THE US COERCIVE DIPLOMACY AND NORTH KOREA’S NUCLEAR CHALLENGE
Keywords:
US, Coercive Diplomacy, Korean Peninsula, Nuclear and Missile DevelopmentAbstract
Abstract
Coercive diplomacy is a useful tool employed by powerful states against the weaker actors for ensuring the latter’s compliance in matters related to maintaining the status-quo in International system. The US has increasingly used this instrument, particularly with regards to curtailing the proliferation of Weapons of Mass Destruction (WMDs).
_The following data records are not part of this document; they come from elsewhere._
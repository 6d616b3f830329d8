/**
 * `npm run test:reference`: the outside check. The engine's answers to the cases of tests/reference/cases.json beside those
 * of NumPy, SciPy and a general finite-element program, which Debian brings; what passed and failed stands on the last line.
 *
 * The solver works in a temporary folder, which is removed.
 */
import { execFileSync } from "node:child_process";
import { closeSync, existsSync, mkdirSync, mkdtempSync, openSync, readFileSync } from "node:fs";
import { tmpdir } from "node:os";
import { join } from "node:path";
import { Checks } from "./checks.mjs";
import { runCommand } from "./command.mjs";
import { installDebianPackages } from "./debian.mjs";
import { ensureDependencies } from "./dependencies.mjs";
import { checkNodeVersion } from "./node-version.mjs";
import { root } from "./project.mjs";
import { Sentence, printFailure } from "./sentence.mjs";

const python = "/usr/bin/python3";
const solver = "/usr/bin/ccx";
const packages = ["calculix-ccx", "python3-numpy", "python3-scipy"];
const sources = join(root, "tests", "reference");

/** Whether Debian's programs are there. */
function hasTools() {
  if (!existsSync(python) || !existsSync(solver)) return false;
  try {
    execFileSync(python, ["-Bs", "-c", "import numpy, scipy.integrate"], { stdio: "ignore" });
    return true;
  } catch {
    return false;
  }
}

/** @param {import("./keeper.mjs").Keeper} keeper */
async function ensureTools(keeper) {
  if (hasTools()) return;
  await installDebianPackages(keeper, "CalculiX with NumPy and SciPy", packages);
  if (!hasTools()) throw new Sentence(`Debian's packages ${packages.join(", ")} brought no ${solver} or no NumPy.`);
}

/**
 * @param {Checks} checks
 * @param {string} file where the engine's answers go
 */
async function askEngine(checks, file) {
  const output = openSync(file, "w");
  const args = ["--import", "tsx", join(sources, "engine-cases.ts")];
  const code = await checks.program(args, { stdio: ["ignore", output, "inherit"] });
  closeSync(output);
  if (code !== 0) throw new Sentence("The engine could not answer the cases of the outside check.");
}

/**
 * @param {Checks} checks
 * @param {string} folder
 * @returns {Promise<import("./tally.mjs").Tally>}
 */
async function compare(checks, folder) {
  const [engine, work, report] = ["engine.json", "solver", "report.json"].map((name) => join(folder, name));
  await askEngine(checks, engine);
  mkdirSync(work);
  // Debian's own Python and packages, and nothing left behind in the project.
  await checks.keeper.outcome(python, ["-Bs", join(sources, "run.py"), engine, work, report], { env: checks.env });
  if (!existsSync(report)) throw new Sentence("The outside check did not come to its end.");
  return JSON.parse(readFileSync(report, "utf8"));
}

try {
  checkNodeVersion();
  const folder = mkdtempSync(join(tmpdir(), "planeward-reference-"));
  await runCommand(join(folder, "run.json"), async (keeper) => {
    keeper.removeAtEnd(folder);
    const checks = new Checks(keeper, process.env);
    const isReady = await checks.need("packages", async () => {
      await ensureDependencies(keeper);
      await ensureTools(keeper);
      return true;
    });
    if (isReady) await checks.count("outside check", () => compare(checks, folder));
    checks.print();
    return checks.sum().failed ? 1 : 0;
  });
} catch (error) {
  printFailure(error);
  process.exitCode = 1;
}
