export function loader() {
  return null;
}
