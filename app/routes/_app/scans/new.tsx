import { data, redirect } from "react-router";
import { PageHead } from "#app/components/layout/PageHead.tsx";
import { ScanForm } from "#app/components/scans/ScanForm.tsx";
import { LARGEST_ON_REQUEST, SCAN_FILE_LIMIT, tooLargeSentence } from "#app/lib/scan-file.ts";
import { scanSchema } from "#app/schemas/scan.ts";
import { scopeOf } from "#app/server/contexts.server.ts";
import { parseForm } from "#app/server/parse-form.server.ts";
import { readUpload, type Upload } from "#app/server/upload.server.ts";
import { allOfLibrary } from "#app/services/library/library.server.ts";
import { uploadByJob } from "#app/services/scan-pair-job.server.ts";
import { uploadScan } from "#app/services/scan-upload.server.ts";
import { scanPrograms } from "#app/services/scans.server.ts";
import type { Route } from "./+types/new";

export const meta: Route.MetaFunction = () => [{ title: "Upload scans · Planeward" }];

export async function loader({ context }: Route.LoaderArgs) {
  const scope = scopeOf(context);
  const programs = scanPrograms(scope, "upload scans");
  const films = await allOfLibrary(scope, "film");
  return {
    programs: programs.map(({ programId, programName }) => ({ value: programId, label: programName })),
    films: films.map(({ id, name }) => ({ value: id, label: name })),
  };
}

type Which = "before" | "after";
const FILES: readonly Which[] = ["before", "after"];

export async function action({ request, context }: Route.ActionArgs) {
  const scope = scopeOf(context);
  scanPrograms(scope, "upload scans");
  const upload = await readUpload(request, FILES, SCAN_FILE_LIMIT);
  const submission = parseForm(upload.formData, scanSchema);
  const { before, after } = upload.files;
  if (submission.status !== "success" || !before || !after) {
    const status = Object.keys(upload.tooLarge).length > 0 ? 413 : 400;
    return data({ lastResult: submission.reply({ fieldErrors: fileFaults(upload) }) }, { status });
  }
  const isLarge = Math.max(before.bytes.length, after.bytes.length) > LARGEST_ON_REQUEST;
  const uploaded = await (isLarge ? uploadByJob : uploadScan)(scope, submission.value, { before, after });
  if (uploaded.outcome === "stored") throw redirect(`/scans/${uploaded.id}`);
  if (uploaded.outcome === "job") throw redirect("/jobs");
  const { field, reason } = uploaded;
  const lastResult =
    field === ""
      ? submission.reply({ formErrors: [reason] })
      : submission.reply({ fieldErrors: { [field]: [reason] } });
  return data({ lastResult }, { status: 400 });
}

/** What is wrong with the two files before anything in them is read. */
function fileFaults({ files, tooLarge }: Upload<Which>): Record<string, string[]> {
  const faults: Record<string, string[]> = {};
  for (const which of FILES) {
    const large = tooLarge[which];
    if (large) faults[which] = [tooLargeSentence(large.name, large.size)];
    else if (!files[which]) faults[which] = [`Choose the file ${which} the film.`];
  }
  return faults;
}

export default function NewScan({ loaderData, actionData }: Route.ComponentProps) {
  return (
    <>
      <PageHead title="Upload scans" crumbs={[{ name: "Scans", path: "/scans" }]} />
      <ScanForm {...loaderData} lastResult={actionData?.lastResult} />
    </>
  );
}
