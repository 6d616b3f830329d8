import { useId, type ReactNode, type SelectHTMLAttributes } from "react";

export interface Option {
  value: string;
  label: string;
}

interface Props extends Omit<SelectHTMLAttributes<HTMLSelectElement>, "id"> {
  name: string;
  label: string;
  options: readonly Option[];
  /** offered first, with an empty value */
  blank?: string;
  hint?: ReactNode;
  error?: string | undefined;
}

/** A labelled choice with its hint or error below. */
export function SelectField({ label, options, blank, hint, error, className = "", ...select }: Props) {
  const id = useId();
  const described = error || hint ? `${id}-note` : undefined;
  return (
    <div className={`field ${className}`}>
      <label htmlFor={id}>{label}</label>
      <select {...select} id={id} aria-invalid={error ? true : undefined} aria-describedby={described}>
        {blank !== undefined && <option value="">{blank}</option>}
        {options.map(({ value, label: text }) => (
          <option key={value} value={value}>
            {text}
          </option>
        ))}
      </select>
      <small id={`${id}-note`}>{error ?? hint}</small>
    </div>
  );
}
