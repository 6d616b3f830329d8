import type { ProgramPermission } from "#app/policies/permissions.ts";
import type { AnnouncementKind } from "#app/schemas/announcement.ts";

/** When somebody wants to be told of a kind of thing by mail. */
export const MAIL_CHOICES = ["at once", "daily digest", "not at all"] as const;
export type MailChoice = (typeof MAIL_CHOICES)[number];

interface KindOfMail {
  /** asks somebody to act, or keeps hands and wafers from harm: sent at once, whatever was chosen */
  essential: boolean;
  delivered: MailChoice;
  /** whoever may not do this in the program is not told: the page behind it would not open for them */
  readers: ProgramPermission;
}

/** Every kind of mail, in the order in which people are asked about them. */
export const KINDS_OF_MAIL: Record<AnnouncementKind, KindOfMail> = {
  "review asked": { essential: true, delivered: "at once", readers: "see the work" },
  "review returned": { essential: true, delivered: "at once", readers: "see the work" },
  incident: { essential: true, delivered: "at once", readers: "see the work" },
  "step stopped": { essential: true, delivered: "at once", readers: "see the work" },
  "lot held": { essential: true, delivered: "at once", readers: "see the work" },
  "sheet released": { essential: false, delivered: "at once", readers: "see released sheets" },
  "sheet superseded": { essential: false, delivered: "at once", readers: "see released sheets" },
  "sheet withdrawn": { essential: false, delivered: "at once", readers: "see released sheets" },
  "assessment out of date": { essential: false, delivered: "daily digest", readers: "see the work" },
  "webhook switched off": { essential: true, delivered: "at once", readers: "keep webhooks" },
};

export const ANNOUNCEMENT_KINDS = Object.keys(KINDS_OF_MAIL) as AnnouncementKind[];

/** Kinds that a person decides about. */
export const CHOSEN_KINDS = ANNOUNCEMENT_KINDS.filter((kind) => !KINDS_OF_MAIL[kind].essential);

/** What a person has chosen; a kind that is not in it goes as delivered. */
export type MailChoices = Partial<Record<AnnouncementKind, MailChoice>>;

/** When a kind is sent to somebody who has chosen so. */
export function choiceFor(kind: AnnouncementKind, chosen: MailChoices): MailChoice {
  const { essential, delivered } = KINDS_OF_MAIL[kind];
  return essential ? delivered : (chosen[kind] ?? delivered);
}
However, North Korea has turned out to be an anomaly in this regard, where US efforts to coerce the DPRK into a nuclear rollback have not only backfired so far, but have also weakened the probability of compliance on the US-preferred terms. North Korea’s nuclear and missile programmes have expanded ever since they were first developed, viewed today as an ever-larger threat for US homeland security and American allies. These dynamics are suggestive of the fact that US approach towards North Korea needs some modification. It is imperative for the US to diversify the tools employed within this coercive diplomacy framework such that the element of ‘coerciveness’ gets contained while that of ‘diplomacy’ gets reinforced. It is high time that US learns from earlier policy failures regarding the Korean peninsula and brings flexibility in its response if ensuring regional and global peace is the ultimate end being sought.